Recurrent Colon Cancer
What is Recurrent Colon Cancer?
Recurrent colon cancer is when colon cancer returns after it has been fully treated. Generally, the patient must be free of colon cancer for at least a year before recurrent colon cancer may be diagnosed. If the cancer is found a few months after treatment, it is usually an advanced form of original cancer that was not fully eradicated by the treatment.
Types of Recurrent Colon Cancer
Colon cancer may be classified as:
- Local Recurrence: In this type, the cancer cells are found at the site of original cancer.
- Regional Recurrence: In this type, the cancer cells are found in the lymph nodes located near the site of original cancer.
- Metastatic Recurrence: In this type, the cancer cells are found in a different part of the body such as the liver or lungs.
Symptoms of Recurrent Colon Cancer
Symptoms of recurrent colon cancer depend on the site of recurrence and may include:
- Abdominal pain
- Lack of appetite
- Blood in the stools
- Pelvic pain
- Back pain
- Difficulty breathing
Diagnosis of Recurrent Colon Cancer
A diagnosis can be made during follow-up visits that are scheduled after treatment of the initial colon cancer. Based on your signs and symptoms, your doctor may order a colonoscopy to examine the entire length of the colon, blood tests to look for certain proteins that are indicative of colon cancer, and CT scans of the pelvis, stomach, and chest to look for spread of cancer.
Treatment of Recurrent Colon Cancer
Treatment of recurrent colon cancer will depend on the location of cancer, the amount of time elapsed since treatment of original cancer, and your overall health. The various treatment options include:
- Chemotherapy: You may be given different chemotherapy drugs to treat recurrent colon cancer as the cancer cells may have become resistant to the initial chemotherapy regimen.
- Surgery: In case of local recurrence or regional recurrence of colon cancer, surgical removal of the cancerous lesions may be done. If cancer has spread to other parts of the body such as the liver or lungs, surgery is still an option if there are only a few cancer lesions. Surgery is generally combined with other treatments such as chemotherapy.

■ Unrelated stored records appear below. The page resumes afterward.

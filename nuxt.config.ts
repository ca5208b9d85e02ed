import { fileURLToPath } from 'node:url'
import { buildSync } from 'esbuild'

/**
 * The Monte Carlo worker, bundled to one CommonJS string at build time so the built server
 * can load it in its worker pool (server/services/calculations/pool.ts writes it to a private temporary file).
 */
function monteCarloWorkerSource(): string {
  const result = buildSync({
    entryPoints: [fileURLToPath(new URL('./server/workers/readingMonteCarlo.ts', import.meta.url))],
    bundle: true,
    platform: 'node',
    format: 'cjs',
    target: 'node20',
    write: false,
    logLevel: 'silent',
    // The same aliases the app and the scripts use (package.json "imports").
    alias: {
      '#shared': fileURLToPath(new URL('./shared', import.meta.url)),
      '#server': fileURLToPath(new URL('./server', import.meta.url)),
    },
  })
  return result.outputFiles[0]!.text
}

// Bandlight — Nuxt configuration. Files live at the repository root (srcDir '.'),
// there is no app/ folder. Nothing is fetched from outside at build or run time.
export default defineNuxtConfig({
  compatibilityDate: '2025-07-15',
  srcDir: '.',
  // Parallel builds on one machine (several engineers, CI beside a checkout) can each use
  // their own folders; by default Nuxt's own.
  buildDir: process.env.BANDLIGHT_BUILD_DIR || undefined,
  devtools: { enabled: false },
  telemetry: false,
  modules: ['@pinia/nuxt', '@nuxtjs/tailwindcss', 'nuxt-auth-utils', '@nuxt/eslint'],
  css: ['~/assets/css/main.css'],
  tailwindcss: {
    cssPath: false,
    configPath: 'tailwind.config.ts',
    viewer: false,
  },
  app: {
    head: {
      htmlAttrs: { lang: 'en' },
      title: 'Bandlight',
      meta: [
        { name: 'viewport', content: 'width=device-width, initial-scale=1' },
        { name: 'description', content: 'Calibration records and certificates for radiation thermometry laboratories' },
      ],
      link: [{ rel: 'icon', type: 'image/svg+xml', href: '/favicon.svg' }],
    },
  },
  runtimeConfig: {
    // Read at run time from NUXT_SESSION_PASSWORD (scripts/demo.ts creates one when missing).
    session: {
      name: 'bandlight-session',
      password: '',
      maxAge: 60 * 60 * 12,
    },
  },
  nitro: {
    output: process.env.BANDLIGHT_OUTPUT_DIR ? { dir: process.env.BANDLIGHT_OUTPUT_DIR } : undefined,
    experimental: { tasks: true },
    // Static files also as .br and .gz, served by Accept-Encoding; hashed files under /_nuxt/ are
    // cached for a year (immutable) by Nuxt's own route rule.
    compressPublicAssets: { gzip: true, brotli: true },
    // Hourly; the job itself checks the send hour in the lab's time zone (MailSettings).
    scheduledTasks: { '5 * * * *': ['reminders:daily'] },
    virtual: {
      // As base64: the build's text replacements (e.g. `typeof window`) must not reach into the worker's code.
      '#bandlight/mc-worker': () => `export default Buffer.from(${JSON.stringify(Buffer.from(monteCarloWorkerSource()).toString('base64'))}, 'base64').toString('utf8')`,
    },
  },
  typescript: {
    strict: true,
  },
  eslint: {
    config: { stylistic: false },
  },
})
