/** POST /api/runs: the technician is the signed-in user. Conditions are entered when measured. */
export const runCreateSchema = headerFields
  .extend({
    instrumentId: id('Instrument'),
    ambientTemperatureK: headerFields.shape.ambientTemperatureK.optional().default(null),
    relativeHumidityPct: headerFields.shape.relativeHumidityPct.optional().default(null),
    distanceMm: headerFields.shape.distanceMm.optional().default(null),
    spotDiameterMm: headerFields.shape.spotDiameterMm.optional().default(null),
    emissivitySetting: headerFields.shape.emissivitySetting.optional().default(null),
    reflectedTemperatureK: headerFields.shape.reflectedTemperatureK.optional().default(null),
    instrumentTemperatureK: headerFields.shape.instrumentTemperatureK.optional().default(null),
    emissivityRatioSetting: headerFields.shape.emissivityRatioSetting.optional().default(null),
    imagerSettings: headerFields.shape.imagerSettings.optional().default(null),
    calibrationEquation: headerFields.shape.calibrationEquation.optional().default(null),
    ambientInstrumentId: headerFields.shape.ambientInstrumentId.optional().default(null),
    adjusted: headerFields.shape.adjusted.default(false),
    internalNotes: optionalText(4000).default(null),
    certificateRemarks: optionalText(2000).default(null),
    methodDeviations: optionalText(2000).default(null),
    placeOfCalibration: headerFields.shape.placeOfCalibration.default('laboratory'),
    siteAddress: optionalText(600).default(null),
  })
  .superRefine(siteRule)
export type RunCreateInput = z.infer<typeof runCreateSchema>

function siteRule(v: { placeOfCalibration?: string, siteAddress?: string | null }, ctx: z.RefinementCtx) {
  if (v.placeOfCalibration === 'on-site' && v.siteAddress === null) ctx.addIssue({ code: 'custom', path: ['siteAddress'], message: 'Give the address of the site' })
}

/** PATCH /api/runs/[id]: any header subset, the version last seen, and a reason once the run was submitted. */
export const runUpdateSchema = headerFields
  .partial()
  .extend({ version: versionSchema, reason: reasonSchema })
  .superRefine(siteRule)
export type RunUpdateInput = z.infer<typeof runUpdateSchema>

/** POST /api/runs/[id]/void and …/points/[pointId]/void: why the run or point is set aside. */
export const voidSchema = z.object({
  version: versionSchema,
  reason: z.string({ error: 'Say why' }).trim().min(3, 'Say why it is voided').max(2000, 'At most 2000 characters'),
})
export type VoidInput = z.infer<typeof voidSchema>

/** POST /api/runs/[id]/receipt: the receipt of the item (ISO/IEC 17025 7.4); `version` when it replaces one. */
export const receiptSchema = z.object({
  receivedOn: dateOnlySchema,
  packaging: z.string({ error: 'Describe the packaging' }).trim().min(1, 'Describe the packaging (e.g. "Maker\'s case, intact")').max(1000),
  condition: z.string({ error: 'Describe the condition' }).trim().min(1, 'Describe the physical condition as received').max(2000),
  accessories: optionalText(1000).default(null),
  deviations: optionalText(2000).default(null),
  customerConsulted: z.boolean({ error: 'Was the customer consulted?' }).default(false),
  customerDecision: optionalText(2000).default(null),
  version: versionSchema.optional(),
  reason: reasonSchema,
}).superRefine((v, ctx) => {
  if (v.customerConsulted && !v.customerDecision) ctx.addIssue({ code: 'custom', path: ['customerDecision'], message: 'Record what the customer decided' })
  if (v.deviations && !v.customerConsulted) ctx.addIssue({ code: 'custom', path: ['customerConsulted'], message: 'A deviation found on receipt is referred to the customer (ISO/IEC 17025 7.4.3): record that they were consulted' })
})
export type ReceiptInput = z.infer<typeof receiptSchema>

const readingsSchema = z
  .array(kelvin('Reading'), { error: 'The readings are a list of temperatures in K' })
  .min(1, 'Give at least one reading')
  .max(MAX_READINGS, `At most ${MAX_READINGS} readings`)

/** One region of interest at a point: name, top-left corner and size in pixels, its readings (K). */
export const roiSchema = z.object({
  name: roiName,
  xPx: pixels('x', 0),
  yPx: pixels('y', 0),
  widthPx: pixels('Width', 1),
  heightPx: pixels('Height', 1),
  readingsK: readingsSchema,
}, { error: 'Each region of interest is { name, xPx, yPx, widthPx, heightPx, readingsK }' })
export type RoiInput = z.infer<typeof roiSchema>

/** One ROI's frame series on a uniform source (K), for the NETD. */
export const roiFramesSchema = z.object({
  name: roiName,
  framesK: z.array(kelvin('Frame'), { error: 'framesK is a list of temperatures in K' }).min(2, 'At least two frames').max(MAX_NETD_FRAMES, `At most ${MAX_NETD_FRAMES} frames`),
}, { error: 'Each frame series is { name, framesK }' })
export type RoiFramesInput = z.infer<typeof roiFramesSchema>

function uniqueNames(list: readonly { name: string }[], field: string, ctx: z.RefinementCtx) {
  const seen = new Set<string>()
  list.forEach((r, i) => {
    if (seen.has(r.name)) ctx.addIssue({ code: 'custom', path: [field, i, 'name'], message: `'${r.name}' is used by another region of interest` })
    seen.add(r.name)
  })
}

const roisSchema = z.array(roiSchema, { error: 'rois is a list of regions of interest' }).min(1, `Give the regions of interest, '${CENTRE_ROI}' among them`).max(MAX_ROIS, `At most ${MAX_ROIS} regions of interest`)
const netdFramesSchema = z.array(roiFramesSchema, { error: 'netdFrames is a list of { name, framesK }' }).min(1, 'Give at least one frame series').max(MAX_ROIS, `At most ${MAX_ROIS} frame series`)

const pointFields = z.object({
  stage: z.enum(POINT_STAGES, { error: 'The stage is as found or as left' }),
  sourceId: id('Source'),
  setPointK: kelvin('Set-point'),
  /** The source's indicated temperature; the certificate's correction is added to it … */
  sourceIndicatedK: kelvin('Source indicated temperature').nullable(),
  /** … or a reference thermometer in (or viewing) the source gives the reference temperature. */
  referenceInstrumentId: id('Reference thermometer').nullable(),
  referenceReadingK: kelvin('Reference reading').nullable(),
  readingsK: readingsSchema,
  /** A thermal imager's regions of interest; the centre ROI's readings are the point's readings. */
  rois: roisSchema.nullable(),
  /** A thermal imager's frame series on the uniform source, per ROI, for the NETD. */
  netdFrames: netdFramesSchema.nullable(),
})
type PointShape = z.infer<typeof pointFields>

/**
 * A thermal imager's point: the ROIs have unique names and one is the centre, whose readings are the
 * point's readings (sent or not); a frame series belongs to a point with ROIs.
 */
export function pointRoiRules(v: Partial<Omit<PointShape, 'readingsK'>> & { readingsK?: number[] }, ctx: z.RefinementCtx) {
  const rois = v.rois ?? null
  if (rois) {
    uniqueNames(rois, 'rois', ctx)
    const centre = rois.find(r => r.name === CENTRE_ROI)
    if (!centre) ctx.addIssue({ code: 'custom', path: ['rois'], message: `One region of interest must be named '${CENTRE_ROI}': its readings are the point's readings` })
    else if (v.readingsK !== undefined && (v.readingsK.length !== centre.readingsK.length || v.readingsK.some((r, i) => r !== centre.readingsK[i]))) {
      ctx.addIssue({ code: 'custom', path: ['readingsK'], message: `A thermal imager's readings are those of its '${CENTRE_ROI}' region of interest: leave them out or send the same` })
    }
  }
  else if (v.readingsK === undefined) {
    ctx.addIssue({ code: 'custom', path: ['readingsK'], message: 'Give at least one reading' })
  }
  if (v.netdFrames) {
    if (!rois) ctx.addIssue({ code: 'custom', path: ['netdFrames'], message: 'A frame series for the NETD belongs to a thermal imager\'s point with regions of interest' })
    uniqueNames(v.netdFrames, 'netdFrames', ctx)
  }
}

- Radiation Therapy: This may be an option if you have not received radiation therapy when treating the first instance of colon cancer. The therapy involves the use of high-energy X-rays to destroy cancer cells. Radiation therapy is often given when surgery is not recommended due to the proximity of the cancerous lesions to vital anatomical structures or the presence of too many cancerous lesions.